- Problem to solve: If a line in the records below holds the word "data", copy it.

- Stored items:
----

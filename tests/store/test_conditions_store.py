"""Measured viscosity and parked machines through the store, the import and the command line
(issue 12 items 6 and 7): values checked, nothing written on an error, the forecast saying what it assumed."""

from __future__ import annotations

from datetime import date

import pytest

from logbook.analysis.fleet import forecast_fleet
from logbook.cli import main
from logbook.imports import import_bytes
from logbook.model import Event, EventKind, InputRejected
from logbook.oil import viscosity_cst, viscosity_from_points

from .conftest import TODAY


def _imp(store, data, **kw):
    return import_bytes(store, "readings", data, name="v.csv", today=TODAY, **kw)


def test_import_takes_measured_viscosity_in_either_unit(store):
    data = (b"serial,date,machine_hours,case_drain,oil_temp,test_pressure,test_speed,nu40_cst,nu100_cst [mm2/s]\n"
            b"S-100,2025-08-01,1900,3.9,50,400,2000,44.1,6.6\n")
    report = _imp(store, data)
    assert report.problems == [] and report.added == 1
    r = store.readings("S-100")[-1]
    assert (r.nu40_cst, r.nu100_cst) == (44.1, 6.6)  # 1 mm^2/s = 1 cSt (SI definition of the centistokes)
    pf = forecast_fleet(store.fleet(), TODAY).pump("S-100")
    # the trended value uses the measured oil: Q * nu(50 C; 44.1 & 6.6 cSt, ASTM D341) / nu_ref(50 C; VG 46, VI 100)
    want = 3.9 * viscosity_from_points(50.0, 40.0, 44.1, 100.0, 6.6) / viscosity_cst(50.0, 46, 100.0)
    assert pf.kinds[0].latest_value == pytest.approx(want, rel=1e-9)


@pytest.mark.parametrize("cells, field", [(b",6.6", "nu100_cst"), (b"1.2,", "nu40_cst"), (b"40,45", "nu100_cst")])
def test_a_bad_viscosity_is_refused_naming_line_and_field(store, cells, field):
    before = store.counts()["readings"]
    data = (b"serial,date,machine_hours,case_drain,oil_temp,test_pressure,test_speed,nu40_cst,nu100_cst\n"
            b"S-100,2025-08-01,1900,3.9,50,400,2000," + cells + b"\n")
    report = _imp(store, data)
    assert report.added == 0 and [(p.line, p.field) for p in report.problems] == [(2, field)]
    assert store.counts()["readings"] == before


def test_parked_is_a_machine_event_checked_by_the_store(store):
    with pytest.raises(InputRejected, match="machine = 'M-9'"):
        store.add_event(Event(None, EventKind.PARKED, date(2025, 9, 1), machine="M-9"), today=TODAY)
    with pytest.raises(InputRejected, match="serial = 'S-100': is not taken"):
        store.add_event(Event(None, EventKind.PARKED, date(2025, 9, 1), serial="S-100", machine="M-1"), today=TODAY)
    with pytest.raises(InputRejected, match="runs backwards"):
        store.add_event(Event(None, EventKind.PARKED, date(2025, 9, 1), machine="M-1", hours=1200.0), today=TODAY)
    assert not [e for e in store.events() if e.kind is EventKind.PARKED]
    saved = store.add_event(Event(None, EventKind.PARKED, date(2025, 9, 1), machine="M-1", hours=1950.0), today=TODAY)
    assert saved.machine == "M-1" and saved.serial is None
    pf = forecast_fleet(store.fleet(), TODAY).pump("S-100")
    assert pf.utilisation_basis.startswith("parked since 2025-09-01")


def test_event_command_records_parked_and_back(store, capsys):
    path = str(store.path)
    store.close()
    base = ["--db", path, "--today", TODAY.isoformat(), "event"]
    assert main([*base, "parked", "--machine", "M-2", "--date", "2025-10-01"]) == 0
    assert "recorded parked" in capsys.readouterr().out
    assert main([*base, "parked", "S-200", "--date", "2025-10-02"]) != 0  # a serial is not a machine
    assert "give its unit with --machine" in capsys.readouterr().err
    assert main(["--db", path, "--today", TODAY.isoformat(), "show", "S-200"]) == 0
    assert "M-2 parked since 2025-10-01: no hours counted since" in capsys.readouterr().out
    assert main([*base, "back in service", "--machine", "M-2", "--date", "2025-11-01"]) == 0
    capsys.readouterr()
    assert main(["--db", path, "--today", TODAY.isoformat(), "show", "S-200"]) == 0
    assert "parked since" not in capsys.readouterr().out


def test_record_warns_and_the_forecast_leaves_out_a_reading_it_cannot_normalize(store, capsys):
    path = str(store.path)
    store.close()
    argv = ["--db", path, "--today", TODAY.isoformat(), "record", "S-100", "--date", "2025-08-01", "--hours", "1900",
            "--case-drain", "3.9", "--oil-temp", "-20", "--test-pressure", "400", "--test-speed", "2000"]
    assert main(argv) == 2  # outside the model's test window: asked
    assert "outside the test window" in capsys.readouterr().err
    assert main([*argv, "--confirm"]) == 0
    out = capsys.readouterr()
    assert "Warning - saved with --confirm" in out.err and "outside the test window" in out.err
    assert main(["--db", path, "--today", TODAY.isoformat(), "show", "S-100"]) == 0
    shown = capsys.readouterr().out
    assert "case drain reading of 2025-08-01" in shown and "not used in the trend" in shown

----

- Solved problem:
def _imp(store, data, **kw):
    return import_bytes(store, "readings", data, name="v.csv", today=TODAY, **kw)
    data = (b"serial,date,machine_hours,case_drain,oil_temp,test_pressure,test_speed,nu40_cst,nu100_cst [mm2/s]\n"
    report = _imp(store, data)
    data = (b"serial,date,machine_hours,case_drain,oil_temp,test_pressure,test_speed,nu40_cst,nu100_cst\n"
    report = _imp(store, data)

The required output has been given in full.